With that being said my point was that calling the Trinity into question calls into question the idea of revelation itself. God reveals to us not the other way around. It also makes philosophy primary to theology. The order goes like this: theologians study God’s self-revelation, than they take up logical and philosophical categories that help us to make better sense out of that revelation, the philosopher takes up this theology and works out the philosophical details of it. Now when we put philosophy first we take what is purely human and use it to judge what is purely divine, we become judge over God. Philosophy investigates creation not the Creator. 

Now so right at the beginning the theological prolegomena we run into problems by rejecting the Trinity. What really gets philosophers going though is the mystery involved in the doctrine. They point out that God cannot be one and three at the same time and the same relationship. We resolve that tension by confessing that God is three of one category personhood and one of another category essence. But that is as far as we can go. They cry foul but why? Because they don’t like something being beyond “reasons” grasp. They do not wish to submit to God on this or anything else. 

Sometimes Christians go too far to accommodate our doctrine of to make unbelievers feel better about it. But who are they that God should pay them any mind. Van Til went further in his rejection of this view by pointing out that God is both three persons and one person at the same time. I guess he meant two different senses of the word person. Also he apparently pointed out (I don’t know where but Frame gives a good discussion of it in his Van Til book) that scripture reveals God as one person and three persons. 

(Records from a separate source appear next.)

//! Formulas of helical compression springs of round wire, each with its source. Pure: mm, N, MPa, coils in, figures out.
//! Elsewhere: what the drawing says (`drawing`), what follows from it (`review`), what is tabled of materials (`material`).

mod coils;
mod helical;
mod motion;
mod stability;

pub use coils::{Ends, Forming, pitch, smallest_gaps, solid_length};
pub use helical::{Stress, energy, rate, stress};
pub use motion::{growth_held, growth_turning, mass, natural_frequency};
pub use stability::{Buckling, Seating, buckling};
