//! JIS B 2704-2 (2018), cold-formed compression springs.

use super::Found;
use super::en15800::{Drawn, Grade, OutOfRange, Toleranced};

const NAME: &str = "JIS B 2704-2";
/// A size converted from inches may miss a bound by rounding.
const ROUNDING: f64 = 1e-9;

/// Load at a length and rate, ± share by grade: 3 to 10 active coils, and more.
const FEW_COILS: [f64; 3] = [0.05, 0.10, 0.15];
const MANY_COILS: [f64; 3] = [0.04, 0.08, 0.12];

/// One stretch of the index: its upper end (included), ± share by grade, and at least so many mm.
struct Row {
    up_to: f64,
    share: [f64; 3],
    least: [f64; 3],
}

#[rustfmt::skip] // keeps the table a table
const FREE: [Row; 3] = [
    Row { up_to: 8.0, share: [0.010, 0.020, 0.030], least: [0.2, 0.5, 0.7] },
    Row { up_to: 15.0, share: [0.015, 0.030, 0.040], least: [0.6, 0.7, 0.8] }, // older editions: at least 0.3 in grade 1
    Row { up_to: 22.0, share: [0.020, 0.040, 0.060], least: [0.6, 0.8, 1.0] },
];
#[rustfmt::skip] // keeps the table a table
const COIL: [Row; 2] = [
    Row { up_to: 8.0, share: [0.010, 0.015, 0.025], least: [0.15, 0.2, 0.4] },
    Row { up_to: 15.0, share: [0.015, 0.020, 0.030], least: [0.2, 0.3, 0.5] },
];
/// Side lean at no load as a share of the free length.
const LEAN: [f64; 3] = [0.02, 0.05, 0.08];

/// The half-width (or largest value) that JIS B 2704-2 gives; of the coil diameter as a share of D.
///
/// # Errors
/// [`OutOfRange`] outside the standard's ranges, or for what it does not tolerance.
pub(super) fn jis2704(grade: Grade, spring: &Drawn, what: Toleranced) -> Result<Found, OutOfRange> {
    if !spring.cold {
        return Err(OutOfRange::NotCold { standard: NAME });
    }
    let nothing = |what| OutOfRange::Nothing {
        standard: NAME,
        what,
        why: "",
    };
    let half_width = match what {
        Toleranced::Load { nominal, .. } | Toleranced::Rate(nominal) => {
            by_coils(grade, spring)? * nominal.abs()
        }
        Toleranced::FreeLength => by_index(&FREE, grade, spring, spring.free)?,
        Toleranced::CoilDiameter => by_index(&COIL, grade, spring, spring.coil)?,
        Toleranced::Squareness => grade.of(LEAN) * spring.free,
        Toleranced::Parallelism => return Err(nothing("parallelism")),
        Toleranced::Other(name) => return Err(nothing(name)),
    };
    Ok(Found {
        half_width,
        source: format!("{NAME} grade {}", grade.number()),
    })
}

fn by_coils(grade: Grade, spring: &Drawn) -> Result<f64, OutOfRange> {
    if spring.active < 3.0 * (1.0 - ROUNDING) {
        return Err(OutOfRange::of(
            NAME,
            "active coils n",
            spring.active,
            (3.0, f64::INFINITY),
        ));
    }
    Ok(grade.of(if spring.active <= 10.0 * (1.0 + ROUNDING) {
        FEW_COILS
    } else {
        MANY_COILS
    }))
}

fn by_index(rows: &[Row], grade: Grade, spring: &Drawn, size: f64) -> Result<f64, OutOfRange> {
    let index = spring.index();
    let most = rows.last().map_or(0.0, |row| row.up_to);
    let row = rows
        .iter()
        .find(|row| index <= row.up_to * (1.0 + ROUNDING));
    match row {
        Some(row) if index >= 3.0 * (1.0 - ROUNDING) => {
            Ok((grade.of(row.share) * size).max(grade.of(row.least)))
        }
        _ => Err(OutOfRange::of(NAME, "index w", index, (3.0, most))),
    }
}
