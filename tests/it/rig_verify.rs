//! `rig verify` on the invented sample and on what can go wrong with a bench.

use std::path::{Path, PathBuf};

use assert_cmd::Command;
use coilassay::job::{RigOptions, Verified, rig_verify};
use coilassay::record::{CheckReason, CheckRecord, Finding, Serving};
use tempfile::TempDir;

use crate::lots::edit;

fn root(path: &str) -> PathBuf {
    Path::new(env!("CARGO_MANIFEST_DIR")).join(path)
}

/// A copy of a sample folder that a test may change.
pub(crate) fn copy(sample: &str) -> TempDir {
    fn all(from: &Path, to: &Path) {
        std::fs::create_dir_all(to).unwrap();
        for entry in std::fs::read_dir(from).unwrap() {
            let (path, target) = {
                let entry = entry.unwrap();
                (entry.path(), to.join(entry.file_name()))
            };
            if path.is_dir() {
                all(&path, &target);
            } else {
                std::fs::copy(&path, &target).unwrap();
            }
        }
    }
    let folder = tempfile::tempdir().unwrap();
    all(&root(&format!("samples/{sample}")), folder.path());
    folder
}

/// Changes length and load of every row of an export with the columns time, length, load.
fn bend(path: &Path, change: impl Fn(f64, f64) -> (f64, f64)) {
    use std::fmt::Write;
    let text = std::fs::read_to_string(path).unwrap();
    let mut out = format!("{}\n", text.lines().next().unwrap());
    for line in text.lines().skip(1) {
        let cells: Vec<f64> = line.split(',').map(|cell| cell.parse().unwrap()).collect();
        let (length, load) = change(cells[1], cells[2]);
        writeln!(out, "{:.2},{length:.4},{load:.3}", cells[0]).unwrap();
    }
    std::fs::write(path, out).unwrap();
}

fn bend_reference(folder: &TempDir, change: impl Fn(f64, f64) -> (f64, f64)) {
    for number in 1..=3 {
        bend(
            &folder.path().join(format!("reference/rs-3-{number}.csv")),
            &change,
        );
    }
}

fn options(strict: bool) -> RigOptions {
    RigOptions {
        date: jiff::civil::date(2026, 12, 1),
        strict,
        flags: Vec::new(),
    }
}
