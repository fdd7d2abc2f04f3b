//! What `fit` refuses.
#![expect(missing_docs, reason = "the messages say it")]

/// Points through which no line can be laid.
#[derive(Clone, Debug, PartialEq, thiserror::Error)]
pub enum FitError {
    #[error("{x} abscissae for {y} ordinates")]
    LengthsDiffer { x: usize, y: usize },
    #[error("point {point} of the fit is not finite")] // 1-based
    NotFinite { point: usize },
    #[error("a line needs points at three or more abscissae, found {found}")]
    TooFewAbscissae { found: usize },
    #[error("the points are too far apart or too close for a line in double precision")]
    OutOfRange,
    #[error("`linreg` refused the points: {reason}")]
    Refused { reason: String },
}
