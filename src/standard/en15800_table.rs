//! EN 15800: tolerances of the coil diameters De, D and Di.

/// One row: ± mm by grade and by index 4 to 8, 8 to 14, 14 to 20.
struct Row {
    /// Largest mean coil diameter D, mm: "over … to", the upper bound included.
    up_to: f64,
    /// ± mm, by grade, then by index.
    grades: [[f64; 3]; 3],
    /// Cells that are from memory, counted from 0 along the row.
    memory: &'static [usize],
}

#[rustfmt::skip] // keeps the table a table
const ROWS: [Row; 17] = [
    Row { up_to: 1.0, grades: [[0.05, 0.07, 0.10], [0.07, 0.10, 0.15], [0.10, 0.15, 0.20]], memory: &[] },
    Row { up_to: 1.6, grades: [[0.05, 0.07, 0.10], [0.08, 0.10, 0.15], [0.15, 0.20, 0.30]], memory: &[] },
    Row { up_to: 2.5, grades: [[0.07, 0.10, 0.15], [0.10, 0.15, 0.20], [0.20, 0.30, 0.40]], memory: &[] },
    Row { up_to: 4.0, grades: [[0.10, 0.10, 0.15], [0.15, 0.20, 0.25], [0.30, 0.40, 0.50]], memory: &[] },
    Row { up_to: 6.3, grades: [[0.10, 0.15, 0.20], [0.20, 0.25, 0.30], [0.40, 0.50, 0.60]], memory: &[] },
    Row { up_to: 10.0, grades: [[0.15, 0.15, 0.20], [0.25, 0.30, 0.35], [0.50, 0.60, 0.70]], memory: &[] },
    Row { up_to: 16.0, grades: [[0.15, 0.20, 0.25], [0.30, 0.35, 0.40], [0.60, 0.70, 0.80]], memory: &[] },
    Row { up_to: 25.0, grades: [[0.20, 0.25, 0.30], [0.35, 0.45, 0.50], [0.70, 0.90, 1.00]], memory: &[] },
    Row { up_to: 31.5, grades: [[0.25, 0.30, 0.35], [0.40, 0.50, 0.60], [0.80, 1.00, 1.20]], memory: &[] },
    Row { up_to: 40.0, grades: [[0.25, 0.30, 0.35], [0.50, 0.60, 0.70], [1.00, 1.20, 1.50]], memory: &[] },
    Row { up_to: 50.0, grades: [[0.30, 0.40, 0.50], [0.60, 0.80, 0.90], [1.20, 1.50, 1.80]], memory: &[] },
    Row { up_to: 63.0, grades: [[0.40, 0.50, 0.60], [0.80, 1.00, 1.10], [1.50, 2.00, 2.30]], memory: &[] },
    Row { up_to: 80.0, grades: [[0.50, 0.70, 0.80], [1.00, 1.20, 1.40], [1.80, 2.40, 2.80]], memory: &[1, 2, 6, 7, 8] },
    Row { up_to: 100.0, grades: [[0.60, 0.80, 0.90], [1.20, 1.50, 1.70], [2.30, 3.00, 3.50]], memory: &[0, 1, 2, 6, 7, 8] },
    Row { up_to: 125.0, grades: [[0.70, 1.00, 1.10], [1.40, 1.90, 2.20], [2.80, 3.70, 4.40]], memory: &[0, 1, 2, 6, 7, 8] },
    Row { up_to: 160.0, grades: [[0.90, 1.20, 1.40], [1.80, 2.30, 2.70], [3.50, 4.60, 5.40]], memory: &[0, 1, 2, 6, 7, 8] },
    Row { up_to: 200.0, grades: [[1.20, 1.50, 1.70], [2.10, 2.90, 3.30], [4.20, 5.70, 6.60]], memory: &[0, 1, 2, 6, 7, 8] },
];

/// Largest index of each column, included.
const INDICES: [f64; 3] = [8.0, 14.0, 20.0];
/// A size converted from inches may miss a bound by rounding.
const ROUNDING: f64 = 1.0 + 1e-9;

fn cell(coil: f64, index: f64, grade: usize) -> Option<(f64, bool)> {
    let row = ROWS.iter().find(|row| coil <= row.up_to * ROUNDING)?;
    let column = INDICES.iter().position(|up_to| index <= up_to * ROUNDING)?;
    let grade = grade.checked_sub(1)?;
    let value = row.grades.get(grade)?.get(column)?;
    Some((*value, row.memory.contains(&(3 * grade + column))))
}

/// ± mm for a mean coil diameter D (mm, 0.63 to 200), an index (4 to 20) and a grade (1 to 3).
pub(super) fn coil(coil: f64, index: f64, grade: usize) -> Option<f64> {
    cell(coil, index, grade).map(|(value, _)| value)
}

/// Whether that cell is from memory.
pub(super) fn from_memory(coil: f64, index: f64, grade: usize) -> bool {
    cell(coil, index, grade).is_some_and(|(_, memory)| memory)
}
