//! Rate, stress and energy.

use crate::units::{Megapascals, Newtons, NewtonsPerMillimetre};

/// Rate of a close-coiled round-wire helical spring, `G·d⁴ / (8·D³·n)`, in N/mm.
///
/// `wire` d and `coil` D in mm, `active` coils n, `shear` G in MPa (= N/mm²); all above zero.
/// Source: EN 13906-1:2013, 9.4; torsion of a round bar, curvature and pitch left out.
///
/// # Errors
/// `None` where the quotient is not a finite number.
pub fn rate(wire: f64, coil: f64, active: f64, shear: f64) -> Option<NewtonsPerMillimetre> {
    NewtonsPerMillimetre::try_from(shear * wire.powi(4) / (8.0 * coil.powi(3) * active)).ok()
}

/// Energy stored at load F (N) and deflection s (mm) of a straight spring, `F·s/2`, in N·mm (= mJ).
/// Source: EN 13906-1:2013, 9.1.
pub fn energy(load: f64, deflection: f64) -> f64 {
    load * deflection / 2.0
}

/// Shear stresses in the wire at one load, in MPa.
#[derive(Clone, Copy, Debug, PartialEq)]
pub struct Stress {
    /// `8·F·D/(π·d³)`.
    pub uncorrected: Megapascals,
    /// Times `1 + 1/(2w)`, direct shear.
    pub with_static: Megapascals,
    /// Times `(w + 0.5)/(w − 0.75)`, EN 13906-1 (the same number as Bergsträsser's).
    pub with_dynamic: Megapascals,
    /// Times `(4w − 1)/(4w − 4) + 0.615/w`, Wahl.
    pub with_wahl: Megapascals,
}

/// Stresses at load `load` (N) in wire d of coil D (mm).
///
/// Source: EN 13906-1:2013, 9.5 and 7; Shigley's Mechanical Engineering Design, eq. 10-3 and 10-4.
///
/// # Errors
/// `None` where a stress is not finite.
pub fn stress(load: Newtons, wire: f64, coil: f64) -> Option<Stress> {
    let w = coil / wire;
    let plain = 8.0 * load.get() * coil / (std::f64::consts::PI * wire.powi(3));
    let times = |factor: f64| Megapascals::try_from(plain * factor).ok();
    Some(Stress {
        uncorrected: times(1.0)?,
        with_static: times(1.0 + 0.5 / w)?,
        with_dynamic: times((w + 0.5) / (w - 0.75))?,
        with_wahl: times((4.0 * w - 1.0) / (4.0 * w - 4.0) + 0.615 / w)?,
    })
}

#[cfg(test)]
mod tests {
    #![expect(clippy::unwrap_used, reason = "tests")]
    use super::*;
    use approx::assert_relative_eq;
    use proptest::prelude::*;

    proptest! {
        /// (w + 0.5)/(w − 0.75) times 4 over 4 is Bergsträsser's (4w + 2)/(4w − 3).
        #[test]
        fn the_factor_of_en_13906_is_bergstrasser_s(w in 2.0_f64..30.0, load in 1.0_f64..1e4) {
            let found = stress(load.try_into().unwrap(), 2.0, 2.0 * w).unwrap();
            let factor = found.with_dynamic.get() / found.uncorrected.get();
            assert_relative_eq!(factor, (4.0 * w + 2.0) / (4.0 * w - 3.0), epsilon = 0.0, max_relative = 1e-13);
        }

        /// F·s/2 = R·s²/2 = 4·F²·D³·n/(G·d⁴), EN 13906-1:2013, 9.1.
        #[test]
        fn energy_three_ways(d in 0.5_f64..8.0, w in 4.0_f64..16.0, n in 2.0_f64..20.0, load in 1.0_f64..900.0) {
            let (coil, shear) = (d * w, 81_500.0);
            let rate = rate(d, coil, n, shear).unwrap().get();
            let s = load / rate;
            assert_relative_eq!(energy(load, s), rate * s * s / 2.0, epsilon = 0.0, max_relative = 1e-13);
            let wire = 4.0 * load * load * coil.powi(3) * n / (shear * d.powi(4));
            assert_relative_eq!(energy(load, s), wire, epsilon = 0.0, max_relative = 1e-13);
        }

        /// Direct shear on top of torsion: 8FD/(πd³) + 4F/(πd²).
        #[test]
        fn the_static_factor_is_direct_shear(d in 0.5_f64..8.0, w in 3.0_f64..20.0, load in 1.0_f64..900.0) {
            let found = stress(load.try_into().unwrap(), d, d * w).unwrap();
            let pi = std::f64::consts::PI;
            let sum = 8.0 * load * w / (pi * d * d) + 4.0 * load / (pi * d * d);
            assert_relative_eq!(found.with_static.get(), sum, epsilon = 0.0, max_relative = 1e-13);
        }
    }
}
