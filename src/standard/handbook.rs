//! Machinery's Handbook, 31st ed., tables 8, 10 and 11, for springs coiled cold with squared (closed) and ground ends.

use super::Found;
use super::en15800::{Drawn, OutOfRange, Toleranced, shown};
use super::handbook_tables::{Cell, TABLE_8, TABLE_10, TABLE_11};
use crate::formula::Ends;

pub(super) const NAME: &str = "Machinery's Handbook";
/// Millimetres in an inch.
const INCH: f64 = 25.4;
/// Shorter springs have the length tolerance of this free length, in (below table 8).
const SHORTEST: f64 = 0.5;
/// Ends that are not ground have so many times the length tolerance (below table 8).
const NOT_GROUND: f64 = 1.7;
/// A size converted from millimetres may miss a bound by rounding.
const ROUNDING: f64 = 1e-9;

/// The half-width (or largest value) that the tables give; between printed cells what lies straight between them, over the
/// deflection along its reciprocal.
///
/// # Errors
/// [`OutOfRange`] outside the printed tables, or for what they do not tolerance.
pub(super) fn handbook(spring: &Drawn, what: Toleranced) -> Result<Found, OutOfRange> {
    if !spring.cold {
        return Err(OutOfRange::NotCold { standard: NAME });
    }
    let nothing = |what, why| OutOfRange::Nothing {
        standard: NAME,
        what,
        why,
    };
    let tables = " in tables 8, 10 and 11, which are all that is held here";
    let (half_width, table, between) = match what {
        Toleranced::FreeLength => {
            let (inches, between) = free_length(spring)?;
            (inches * INCH, "table 8", between)
        }
        Toleranced::Load { nominal, length } => {
            squared_and_ground(spring, "the load")?;
            let (share, between) = load(spring, (spring.free - length) / INCH)?;
            (share * nominal.abs(), "tables 8 and 11", between)
        }
        Toleranced::Squareness => {
            squared_and_ground(spring, "squareness")?;
            let slender = within("L0/D", spring.free / spring.coil, (0.5, 12.0))?;
            let cell = TABLE_10.at(slender, index(spring)?);
            let Cell { value, between } = cell.ok_or_else(|| nothing("squareness", ""))?;
            (spring.free * value.to_radians().tan(), "table 10", between)
        }
        Toleranced::Rate(_) => return Err(nothing("the rate", tables)),
        Toleranced::CoilDiameter => return Err(nothing("the coil diameter", tables)),
        Toleranced::Parallelism => return Err(nothing("parallelism", tables)),
        Toleranced::Other(name) => return Err(nothing(name, tables)),
    };
    let note = if between { " (interpolated)" } else { "" };
    Ok(Found {
        half_width,
        source: format!("{NAME}, 31st ed., {table}{note}"),
    })
}

fn within(what: &'static str, value: f64, (from, to): (f64, f64)) -> Result<f64, OutOfRange> {
    if value >= from * (1.0 - ROUNDING) && value <= to * (1.0 + ROUNDING) {
        Ok(value)
    } else {
        Err(OutOfRange::of(NAME, what, value, (from, to)))
    }
}

fn index(spring: &Drawn) -> Result<f64, OutOfRange> {
    within("index w", spring.index(), (4.0, 16.0))
}

fn squared_and_ground(spring: &Drawn, what: &'static str) -> Result<(), OutOfRange> {
    if spring.ends == Ends::ClosedGround {
        return Ok(());
    }
    Err(OutOfRange::Nothing {
        standard: NAME,
        what,
        why: " of ends that are not closed and ground",
    })
}

/// ± inch of the free length, and whether it lies between printed cells.
fn free_length(spring: &Drawn) -> Result<(f64, bool), OutOfRange> {
    let refused = |why| OutOfRange::Nothing {
        standard: NAME,
        what: "the free length",
        why,
    };
    let ground = match spring.ends {
        Ends::ClosedGround => 1.0,
        Ends::Closed => NOT_GROUND,
        Ends::Open | Ends::OpenGround => return Err(refused(" of ends that are not closed")),
    };
    let free = spring.free / INCH;
    let coils = within(
        "active coils for each inch of free length",
        spring.active / free,
        (0.5, 20.0),
    )?;
    let cell = TABLE_8.at(coils, index(spring)?);
    let Cell { value, between } = cell.ok_or_else(|| refused(""))?;
    Ok((value * free.max(SHORTEST) * ground, between))
}

/// The tolerance of a load `deflection` inches from the free length, as a share of it.
fn load(spring: &Drawn, deflection: f64) -> Result<(f64, bool), OutOfRange> {
    let (length, by_table_8) = free_length(spring)?;
    let cell = TABLE_11
        .at(length, deflection)
        .ok_or_else(|| OutOfRange::NotPrinted {
            standard: NAME,
            deflection: shown(deflection),
            length: shown(length),
        })?;
    Ok((cell.value / 100.0, cell.between || by_table_8))
}
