//! Tolerances that standards give to cold-coiled compression springs, by grade, within the ranges they cover.
//! Pure: sizes in mm, loads in N in, half-widths out. Elsewhere: which requirement names which standard (`drawing`).

mod en15800;
mod en15800_table;
mod handbook;
mod handbook_tables;
mod jis2704;

pub use en15800::{Drawn, Grade, OutOfRange, Toleranced, en15800};

/// A standard with its grade, as a drawing names it.
#[derive(Clone, Copy, Debug, PartialEq, Eq)]
pub enum Standard {
    /// EN 15800.
    En15800(Grade),
    /// JIS B 2704-2.
    Jis2704(Grade),
    /// Machinery's Handbook, tables 8, 10 and 11.
    Handbook,
}

impl Standard {
    /// The words a drawing may write; `EN 15800` alone is grade 2, as the standard says.
    pub const WORDS: [(&'static str, Self); 8] = [
        ("EN 15800 grade 1", Self::En15800(Grade::One)),
        ("EN 15800 grade 2", Self::En15800(Grade::Two)),
        ("EN 15800 grade 3", Self::En15800(Grade::Three)),
        ("EN 15800", Self::En15800(Grade::Two)),
        ("JIS B 2704-2 grade 1", Self::Jis2704(Grade::One)),
        ("JIS B 2704-2 grade 2", Self::Jis2704(Grade::Two)),
        ("JIS B 2704-2 grade 3", Self::Jis2704(Grade::Three)),
        (handbook::NAME, Self::Handbook),
    ];

    /// The half-width of `what` for a spring as drawn.
    ///
    /// # Errors
    /// [`OutOfRange`] where the standard does not cover the spring, or gives nothing for it.
    pub fn half_width(self, spring: &Drawn, what: Toleranced) -> Result<Found, OutOfRange> {
        match self {
            Self::En15800(grade) => en15800(grade, spring, what),
            Self::Jis2704(grade) => jis2704::jis2704(grade, spring, what),
            Self::Handbook => handbook::handbook(spring, what),
        }
    }
}

/// A half-width and where it comes from.
#[derive(Clone, Debug, PartialEq)]
pub struct Found {
    /// Half-width, N or mm; the largest permitted value for squareness and parallelism.
    pub half_width: f64,
    /// Standard, grade, and what of it was read from memory.
    pub source: String,
}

We must bow out to man's speculations about the divine nature apart from revelation.


----------



## py3ak (May 17, 2012)

jwright82 said:


> Van Til went further in his rejection of this view by pointing out that God is both three persons and one person at the same time. I guess he meant two different senses of the word person. Also he apparently pointed out (I don’t know where but Frame gives a good discussion of it in his Van Til book) that scripture reveals God as one person and three persons.



I don't know that I would list this as one of his strong points.


----------



## Philip (May 17, 2012)

jwright82 said:


> God reveals to us not the other way around.



This is the central point: that God reveals Himself. He reveals Himself as he is: as Father, Son, and Holy Spirit. He reveals Himself as the Father through the Son by the Spirit. The doctrine of the Trinity is what distinguishes our understanding of the revelation and being of God as Christian.


----------



## bookslover (May 18, 2012)

Any guesses as to why the Scriptures don't give the Holy Spirit a personal/relationship name, as the Father and the Son have? "Holy Spirit" sounds kind of impersonal (and, yes, the Holy Spirit is a fully divine Person). Just curious...


----------



## Supersillymanable (May 18, 2012)

jwright82 said:


> Now when we put philosophy first we take what is purely human and use it to judge what is purely divine, we become judge over God. Philosophy investigates creation not the Creator.



Yes, I see this happen all the time. So often I'm thoroughly enjoying the work of an apologist I'm reading, then suddenly, I come across some of their arguments that are more rooted in theology, to which I become thoroughly disappointed. 



jwright82 said:


> What really gets philosophers going though is the mystery involved in the doctrine.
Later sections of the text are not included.